Decline and Fall is an intimidating book: even the Encyclopædia Britannica edition, with its minuscule font, fills a pair of nine hundred page volumes! But Gibbon’s work was an immediate success, and has remained well-respected ever since. Most of this popularity must be put down to his gifts as a writer—like Lucretius before him, Gibbon’s views were uncongenial to much of his society, but his literary style won him a large audience nevertheless. Winston Churchill modeled his own prose on Gibbon’s; the American humorist Will Cuppy composed a loving parody titled The Decline and Fall of Practically Everybody; and even St. John Henry Newman begrudgingly admitted that “perhaps the only English writer who has any claim to be an ecclesiastical historian, is the infidel Gibbon.”

“Infidel” he certainly was. Gibbon has been called a child of the Enlightenment, and, like some of our own Founding Fathers, he spent most of his life as a skeptical deist. Its popularity notwithstanding, Decline and Fall provoked outrage in some quarters for its tranquil disdain of religion in general and Christianity in particular.

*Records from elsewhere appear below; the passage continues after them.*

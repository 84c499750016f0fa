// Property-based tests (fast-check) feeding the reader mutated CIF text: truncations, character flips,
// inserted quotes and semicolons, deleted lines. The reader must never throw or hang, must account for every
// piece of the text (each data_ block becomes exactly one record or rejection), must leave the blocks before
// the damage unchanged, and must give the same blocks whatever the chunk boundaries of the stream.
import { describe, expect, it } from 'vitest';
import fc from 'fast-check';
import { readCifText } from '../src/io/read.js';
import { CifBlockSplitter, type RawBlock } from '../src/io/cif-split.js';
import type { BlockResult } from '../src/types.js';

function block(name: string, shift: number): string {
  return `data_${name}
_cell_length_a ${(7 + shift).toFixed(3)}(2)
_cell_length_b 9.5
_cell_length_c 11.25
_cell_angle_alpha 90
_cell_angle_beta ${(95 + shift).toFixed(2)}
_cell_angle_gamma 90
_symmetry_space_group_name_H-M 'P 21/c'
_chemical_name_common 'invented molecule ${name}'
_pred_energy -${(100 + shift).toFixed(2)}
_note
;
 free text with 'quotes' and # hashes
 data_inside_a_text_field is not a block
;
loop_
_space_group_symop_id
_space_group_symop_operation_xyz
1 'x, y, z'
2 '-x, y+1/2, -z+1/2'
3 -x,-y,-z  4 x,1/2-y,1/2+z
loop_
_atom_site_label
_atom_site_type_symbol
_atom_site_fract_x
_atom_site_fract_y
_atom_site_fract_z
_atom_site_occupancy
C1 C 0.1${shift} 0.2 0.3 1
O1 O 0.4 0.5(1) 0.6 .
N1 N 0.7 0.8 0.9 ?
H1 H ? ? ? 1
`;
}

const BLOCKS = ['a', 'b', 'c', 'd', 'e'].map((n, i) => block(`run_${n}`, i));
const TEXT = `# invented multi-block file\n${BLOCKS.join('\n')}`;

/** Texts of all results that hold text, joined: must be the input from its first data_ line (or prologue) on. */
function joinedText(results: BlockResult[]): string {
  return results.map((r) => (r.kind === 'record' ? r.record.text : r.rejected.text)).join('');
}

function names(results: BlockResult[]): string[] {
  return results.map((r) => (r.kind === 'record' ? r.record.block : r.rejected.block));
}

/** Lines starting (after blanks) with data_ and outside ; text fields, by the CIF 1.1 rule, as [line, name]. */
function dataLines(text: string): Array<[number, string]> {
  const out: Array<[number, string]> = [];
  let inField = false;
  const lines = text.split('\n');
  for (let i = 0; i < lines.length; i++) {
    const l = lines[i]!;
    if (l.startsWith(';')) {
      inField = !inField;
      continue;
    }
    if (inField) continue;
    const t = l.replace(/^[ \t]+/, '');
    if (/^data_/i.test(t)) out.push([i + 1, t.slice(5).split(/[ \t\r\f\v]/)[0]!]);
  }
  return out;
}

type Mutation =
  | { kind: 'truncate'; at: number }
  | { kind: 'replace'; at: number; ch: string }
  | { kind: 'insert'; at: number; ch: string }
  | { kind: 'deleteLine'; line: number };

const mutation: fc.Arbitrary<Mutation> = fc.oneof(
  fc.record({ kind: fc.constant('truncate' as const), at: fc.nat(TEXT.length) }),
  fc.record({ kind: fc.constant('replace' as const), at: fc.nat(TEXT.length - 1), ch: fc.constantFrom("'", '"', ';', '\n', '#', '_', ' ', 'x', '(', '?', '.', 'é', '\t') }),
  fc.record({ kind: fc.constant('insert' as const), at: fc.nat(TEXT.length), ch: fc.constantFrom("'", '"', ';', '\n;', '\ndata_', 'loop_ ', '_x ', ' ') }),
  fc.record({ kind: fc.constant('deleteLine' as const), line: fc.nat(TEXT.split('\n').length - 1) }),
);

function apply(text: string, m: Mutation): { text: string; at: number } {
  switch (m.kind) {
    case 'truncate':
      return { text: text.slice(0, m.at), at: m.at };
    case 'replace':
      return { text: text.slice(0, m.at) + m.ch + text.slice(m.at + 1), at: m.at };
    case 'insert':
      return { text: text.slice(0, m.at) + m.ch + text.slice(m.at), at: m.at };
    case 'deleteLine': {
      const lines = text.split('\n');
      const at = lines.slice(0, m.line).join('\n').length;
      lines.splice(m.line, 1);
      return { text: lines.join('\n'), at };
    }
  }
}

describe('mutated CIF text', () => {
  const clean = readCifText(TEXT, 'fuzz.cif');

  it('reads the unmutated file as five records', () => {
    expect(clean.map((r) => r.kind)).toEqual(['record', 'record', 'record', 'record', 'record']);
    expect(names(clean)).toEqual(BLOCKS.map((_, i) => `run_${'abcde'[i]}`));
  });

  it('never throws, accounts for all text, and keeps blocks before the damage unchanged', () => {
    fc.assert(
      fc.property(fc.array(mutation, { minLength: 1, maxLength: 4 }), (muts) => {
        let text = TEXT;
        let firstDamage = TEXT.length;
        for (const m of muts) {
          const r = apply(text, m);
          text = r.text;
          firstDamage = Math.min(firstDamage, r.at);
        }
        const results = readCifText(text, 'fuzz.cif');
        expect(results.length).toBeGreaterThan(0);

        // Every result has a reason or a record; rejections name file and line.
        for (const r of results) {
          if (r.kind === 'rejected') {
            expect(r.rejected.reason.length).toBeGreaterThan(0);
            expect(r.rejected.file).toBe('fuzz.cif');
            expect(r.rejected.line).toBeGreaterThanOrEqual(1);
          }
        }

        const found = dataLines(text);
        if (found.length === 0) return;
        // Nothing dropped or repeated: the results' texts are the input from the first block (or prologue) on.
        const joined = joinedText(results);
        expect(text.endsWith(joined)).toBe(true);
        const firstBlockStart = text.split('\n').slice(0, found[0]![0] - 1).join('\n').length + (found[0]![0] > 1 ? 1 : 0);
        expect(text.length - joined.length === firstBlockStart || text.length === joined.length).toBe(true);

        // Each data_ line outside text fields starts exactly one result (more only when an unclosed
        // text field had swallowed data_ lines that the splitter took back).
        const blockResults = results.filter((r) => r.kind === 'record' || /^[ \t]*data_/i.test(r.rejected.text));
        expect(blockResults.length).toBeGreaterThanOrEqual(found.length);
        const byLine = new Map(blockResults.map((r) => [r.kind === 'record' ? r.record.line : r.rejected.line, names([r])[0]]));
        for (const [line, name] of found) expect(byLine.get(line)).toBe(name);

        // Blocks that end before the first damaged character are read exactly as before, unless the damage
        // hits the next block's data_ line (the block then runs on into the next one's text).
        let offset = TEXT.indexOf('data_');
        for (let i = 0; i < BLOCKS.length; i++) {
          const len = BLOCKS[i]!.length + (i < BLOCKS.length - 1 ? 1 : 0);
          const nextHeader = i < BLOCKS.length - 1 ? BLOCKS[i + 1]!.indexOf('\n') + 1 : 0;
          if (offset + len + nextHeader >= firstDamage) break;
          expect(results[i]).toEqual(clean[i]);
          offset += len;
        }
      }),
      { numRuns: 400, seed: 20261202 },
    );
  });

  it('never throws on arbitrary printable text and control characters', () => {
    fc.assert(
      fc.property(fc.string({ unit: fc.constantFrom('d', 'a', 't', '_', ';', "'", '"', '\n', ' ', '#', 'l', 'o', 'p', '?', '1', '.', 'x', ',') , maxLength: 400 }), (s) => {
        const results = readCifText(s, 'junk.cif');
        expect(results.length).toBeGreaterThan(0);
      }),
      { numRuns: 400, seed: 7 },
    );
  });
});

describe('streaming: chunk boundaries do not matter', () => {
  function split(text: string, cuts: number[]): RawBlock[] {
    const sp = new CifBlockSplitter();
    const out: RawBlock[] = [];
    let prev = 0;
    for (const c of [...cuts].sort((a, b) => a - b)) {
      sp.push(text.slice(prev, c), out);
      prev = c;
    }
    sp.push(text.slice(prev), out);
    sp.end(out);
    return out;
  }

  it('gives the same blocks for any chunking of the text, mutated or not', () => {
    const whole = split(TEXT, []);
    expect(whole.map((b) => b.name)).toEqual(BLOCKS.map((_, i) => `run_${'abcde'[i]}`));
    fc.assert(
      fc.property(fc.array(fc.nat(TEXT.length), { maxLength: 30 }), mutation, (cuts, m) => {
        const text = apply(TEXT, m).text;
        const ref = split(text, []);
        const chunked = split(text, cuts.map((c) => Math.min(c, text.length)));
        expect(chunked).toEqual(ref);
      }),
      { numRuns: 300, seed: 11 },
    );
  });
});
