// The report's first view, computed before the page draws (issue 14): round colour classes for the EMD lines,
// the rank and distance cut that decide which lines show at first, the zoom on the lowest 10 kJ/mol, what
// energy/density windows would merge, and how far the metric map can be trusted. Browser behaviour is in
// report-demo.test.ts and report-browser.test.ts.
import { describe, expect, it } from 'vitest';
import { numpy } from './helpers/numpy.js';
import fc from 'fast-check';
import {
  buildEdgeClasses, decimalsOf, defaultLineMax, edgeClassOf, edgeRanks, EDGE_CLASSES, landscapeView, roundClasses,
} from '../src/report/sift-data.js';
import { compareWithWindows, describeWindowPair } from '../src/report/window-compare.js';
import { mapQuality } from '../src/report/map-quality.js';
import { syntheticLandscape } from './helpers/synthetic-landscape.js';
import { landscapeOf, randomPdd, rng, type SyntheticStructure } from './diff-fixtures.js';
import type { Landscape } from '../src/landscape/schema.js';

const STEPS = [1, 2, 2.5, 5];

describe('round colour classes for the EMD lines', () => {
  it('turns the odd bounds of the issue (0.0437 to 0.358 Å) into 0 to 0.40 in steps of 0.05, labelled with two decimals', () => {
    const c = buildEdgeClasses(0.0437, 0.358);
    expect(c.boundsAngstrom).toEqual([0, 0.05, 0.1, 0.15, 0.2, 0.25, 0.3, 0.35, 0.4]);
    expect(c.tickText).toEqual(['0.00', '0.05', '0.10', '0.15', '0.20', '0.25', '0.30', '0.35', '0.40']);
    expect(c.colours.length).toBe(8);
    expect(buildEdgeClasses(0.166, 0.6).boundsAngstrom).toEqual([0.1, 0.2, 0.3, 0.4, 0.5, 0.6]);
    expect(decimalsOf(0.25)).toBe(2);
    expect(decimalsOf(2)).toBe(0);
  });

  it('always covers the range with at most EDGE_CLASSES classes of the smallest round step that can (property)', () => {
    fc.assert(
      fc.property(fc.double({ min: 1e-4, max: 50, noNaN: true }), fc.double({ min: 1e-3, max: 50, noNaN: true }), (lo, width) => {
        const hi = lo + width;
        const { lo: first, step, classes } = roundClasses(lo, hi, EDGE_CLASSES);
        const exp = Math.floor(Math.log10(step) + 1e-9);
        const mantissa = Number((step / 10 ** exp).toPrecision(6));
        expect(STEPS).toContain(mantissa);
        expect(classes).toBeLessThanOrEqual(EDGE_CLASSES);
        expect(first).toBeLessThanOrEqual(lo * (1 + 1e-9));
        expect(first + classes * step).toBeGreaterThanOrEqual(hi * (1 - 1e-9));
        expect(Math.abs(first / step - Math.round(first / step))).toBeLessThan(1e-6);
        // the next smaller round step would need more classes
        const k = STEPS.indexOf(mantissa);
        const smaller = k > 0 ? STEPS[k - 1]! * 10 ** exp : 5 * 10 ** (exp - 1);
        expect(Math.ceil(hi / smaller - 1e-9) - Math.floor(lo / smaller + 1e-9)).toBeGreaterThan(EDGE_CLASSES);
      }),
      { numRuns: 300 },
    );
  });

  it('bins lines into those classes as numpy.digitize does', () => {
    const land = syntheticLandscape({ kept: 300, seed: 3 });
    const d = land.edges.map((e) => e[2]);
    const c = buildEdgeClasses(Math.min(...d), Math.max(...d));
    const ref = numpy('print(json.dumps(np.digitize(np.array(d["d"]), np.array(d["b"])).tolist()))', { d, b: c.boundsAngstrom.slice(1, -1) });
    expect(d.map((x) => edgeClassOf(x, c.boundsAngstrom))).toEqual(ref);
  });
});

describe('which lines show at first', () => {
  const land = syntheticLandscape({ kept: 300, seed: 7 });
  const rank = edgeRanks(land.edges);

  it('ranks each line by the better of its two ends (brute force over each structure\'s sorted lines)', () => {
    const brute = land.edges.map(([a, b, d]) => {
      const rankAt = (node: number, other: number) => {
        const mine = land.edges
          .filter((e) => e[0] === node || e[1] === node)
          .map((e) => [e[0] === node ? e[1] : e[0], e[2]] as const)
          .sort((x, y) => x[1] - y[1] || x[0] - y[0]);
        return mine.findIndex((x) => x[0] === other && x[1] === d) + 1;
      };
      return Math.min(rankAt(a, b), rankAt(b, a));
    });
    expect(rank).toEqual(brute);
    // every kept structure with a line has exactly one line of its own at rank 1 or a better one from its partner
    expect(Math.min(...rank)).toBe(1);
  });

  it('cuts lines at the lower quartile of the nearest-neighbour links (numpy.percentile), rounded up to 3 digits', () => {
    const nearest = land.edges.filter((_e, q) => rank[q] === 1).map((e) => e[2]);
    const q25 = numpy('print(json.dumps(float(np.percentile(np.array(d), 25))))', nearest) as number;
    const cut = defaultLineMax(land.edges, rank)!;
    expect(cut).toBeGreaterThanOrEqual(q25);
    expect(cut - q25).toBeLessThan(10 ** (Math.floor(Math.log10(q25)) - 2));
    expect(Number(cut.toPrecision(3))).toBe(cut);
    expect(defaultLineMax(land.edges.slice(0, 5), rank.slice(0, 5))).toBeNull();
  });
});

describe('the first view of the landscape', () => {
  it('zooms on the lowest 10 kJ/mol when structures reach well beyond, counting those inside', () => {
    const base = syntheticLandscape({ kept: 300, seed: 9 });
    // spread its energies over 0-30 kJ/mol, as a real search's are
    const land: Landscape = { ...base, structures: base.structures.map((s) => ({ ...s, energyRel: s.energyRel === null ? null : 3 * s.energyRel })) };
    const highest = Math.max(...land.kept.map((k) => land.structures[k]!.energyRel!));
    expect(highest).toBeGreaterThan(12);
    const v = landscapeView(land);
    expect(v.lowWindow).toBe(10);
    const z = v.zoom!;
    expect(z.energyRange[0]).toBeLessThan(0);
    expect(z.energyRange[1]).toBeCloseTo(10.4, 6);
    const low = land.kept.filter((k) => land.structures[k]!.energyRel! <= 10);
    // every structure within the window lies inside the view
    for (const k of low) {
      const d = land.structures[k]!.densityGPerCm3!;
      expect(d).toBeGreaterThanOrEqual(z.densityRange[0]);
      expect(d).toBeLessThanOrEqual(z.densityRange[1]);
    }
    const inside = land.kept.filter((k) => {
      const s = land.structures[k]!;
      return s.energyRel! >= z.energyRange[0] && s.energyRel! <= z.energyRange[1] && s.densityGPerCm3! >= z.densityRange[0] && s.densityGPerCm3! <= z.densityRange[1];
    });
    expect(v.inView).toBe(inside.length);
    expect(v.inView).toBeLessThan(land.kept.length);
  });

  it('does not zoom a landscape that fits the window, nor one without energies; converts the window to other units', () => {
    const land = syntheticLandscape({ kept: 60, seed: 9 });
    const compact: Landscape = { ...land, structures: land.structures.map((s) => ({ ...s, energyRel: s.energyRel === null ? null : s.energyRel / 10 })) };
    expect(landscapeView(compact).zoom).toBeNull();
    expect(landscapeView({ ...land, lowestEnergy: null }).zoom).toBeNull();
    // 10 kJ/mol = 2.390 kcal/mol (thermochemical calorie, 4.184 J: NIST SP 811, 2008)
    expect(landscapeView({ ...land, parameters: { ...land.parameters, energyUnit: 'kcal/mol' } }).lowWindow).toBe(2.39);
  });
});

describe('what energy/density windows would merge', () => {
  /** Three distinct kept structures: A and B within both windows of each other (0.3 kJ/mol, 0.01 g/cm3), C far off. */
  function threeStructures(eB: number, unit: 'kJ/mol' | 'kcal/mol' = 'kJ/mol'): Landscape {
    const r = rng(4);
    const s: SyntheticStructure[] = [
      { id: 'A', pdd: randomPdd(r, 10, 2, 1), energy: -100, densityGPerCm3: 1.4 },
      { id: 'B', pdd: randomPdd(r, 10, 2, 1), energy: -100 + eB, densityGPerCm3: 1.41 },
      { id: 'C', pdd: randomPdd(r, 10, 2, 1), energy: -95, densityGPerCm3: 1.3 },
    ];
    const l = landscapeOf(s, 10, { toleranceAngstrom: 0.04, energyUnit: unit });
    l.edges = [[0, 1, 0.2], [0, 2, 0.5], [1, 2, 0.45]];
    l.structures[0]!.members = 3;
    l.structures[1]!.members = 2;
    l.structures[0]!.spaceGroup = 'P21/c';
    l.structures[1]!.spaceGroup = 'P21/c';
    return l;
  }

  it('merges two distinct structures inside both windows and names them with their EMD', () => {
    const l = threeStructures(0.3);
    const c = compareWithWindows(l)!;
    expect(c).toEqual({ energyWindow: 0.5, densityWindowGPerCm3: 0.02, compared: 3, groups: 2, lost: 1, mergedEdges: 1, example: { a: 0, b: 1, emdAngstrom: 0.2, toleranceMultiple: 5 } });
    expect(describeWindowPair(c, l)).toBe(
      'energy/density windows (0.5 kJ/mol, 0.02 g/cm3) would leave 2 groups of the 3 distinct structures; they would merge A and B ' +
        '(both P21/c; 0.00 and 0.30 kJ/mol; 1.400 and 1.410 g/cm3; found 3 times and 2 times), which are 0.200 Å apart, 5.0 times the duplicate tolerance.',
    );
    // 0.6 kJ/mol apart: outside the energy window, nothing merged
    const apart = compareWithWindows(threeStructures(0.6))!;
    expect(apart.groups).toBe(3);
    expect(apart.example).toBeNull();
  });

  it('uses the 0.5 kJ/mol window in the landscape\'s own unit (0.1195 kcal/mol)', () => {
    expect(compareWithWindows(threeStructures(0.1, 'kcal/mol'))!.lost).toBe(1);
    expect(compareWithWindows(threeStructures(0.2, 'kcal/mol'))!.lost).toBe(0);
  });
});

describe('how far the metric map can be trusted', () => {
  const emb = (stress: number) => ({ method: 'm', quality: [{ name: 'Kruskal stress-1', value: stress }, { name: 'trustworthiness@10', value: 0.9 }], coords: [[0, 0] as [number, number]] });
  it('grades stress-1 on Kruskal\'s scale (Psychometrika 1964) and folds a poor map', () => {
    expect(mapQuality(emb(0.02))).toEqual({ stress: 0.02, trustworthiness: 0.9, grade: 'excellent', folded: false });
    expect(mapQuality(emb(0.05))!.grade).toBe('good');
    expect(mapQuality(emb(0.15))!.grade).toBe('fair');
    expect(mapQuality(emb(0.2))).toMatchObject({ grade: 'poor', folded: true });
    expect(mapQuality(emb(0.33))!.folded).toBe(true);
    expect(mapQuality(null)).toBeNull();
  });
});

Besides contemptuous remarks at the Church’s expense (as that the Arian controversy all but ripped her apart over a mere iota), Gibbon also asserted that the general conversion of Roman society from paganism to Christianity was responsible for the collapse of the Empire. Pointing to the pacifistic and monastic ideals of ancient, early Medieval, and Byzantine religion, he argued that these sapped the vitality of the civil service and the military, leaving both public life and international relations without effective leadership and prone to the attacks of the various Germanic tribes, as well as to the Persian and later Islamic empires. He famously remarked, “I have described the triumph of barbarism and religion.”

History is, indeed, little more than the register of the crimes, follies, and misfortunes of mankind.

This thesis has been challenged by subsequent historians, and is not generally accepted today. The numbers and powers of the imperial bureaucracy, far from shrinking, bloated to vast proportions during the Byzantine period, and the diminishment of the military is thought to have been negligible. Indeed, while the West Roman Empire did collapse in the fifth century (to be debatably resurrected in the ninth), the East Roman Empire remained vigorous for several centuries—nearly a full thousand years passed between the infamy of 476 and the fall of Constantinople to the Ottomans. Gibbon’s hostility to religion was sharply criticized in his own day, and still is, covering not only anti-Christian sentiment but, according to some, more than a hint of anti-Semitism.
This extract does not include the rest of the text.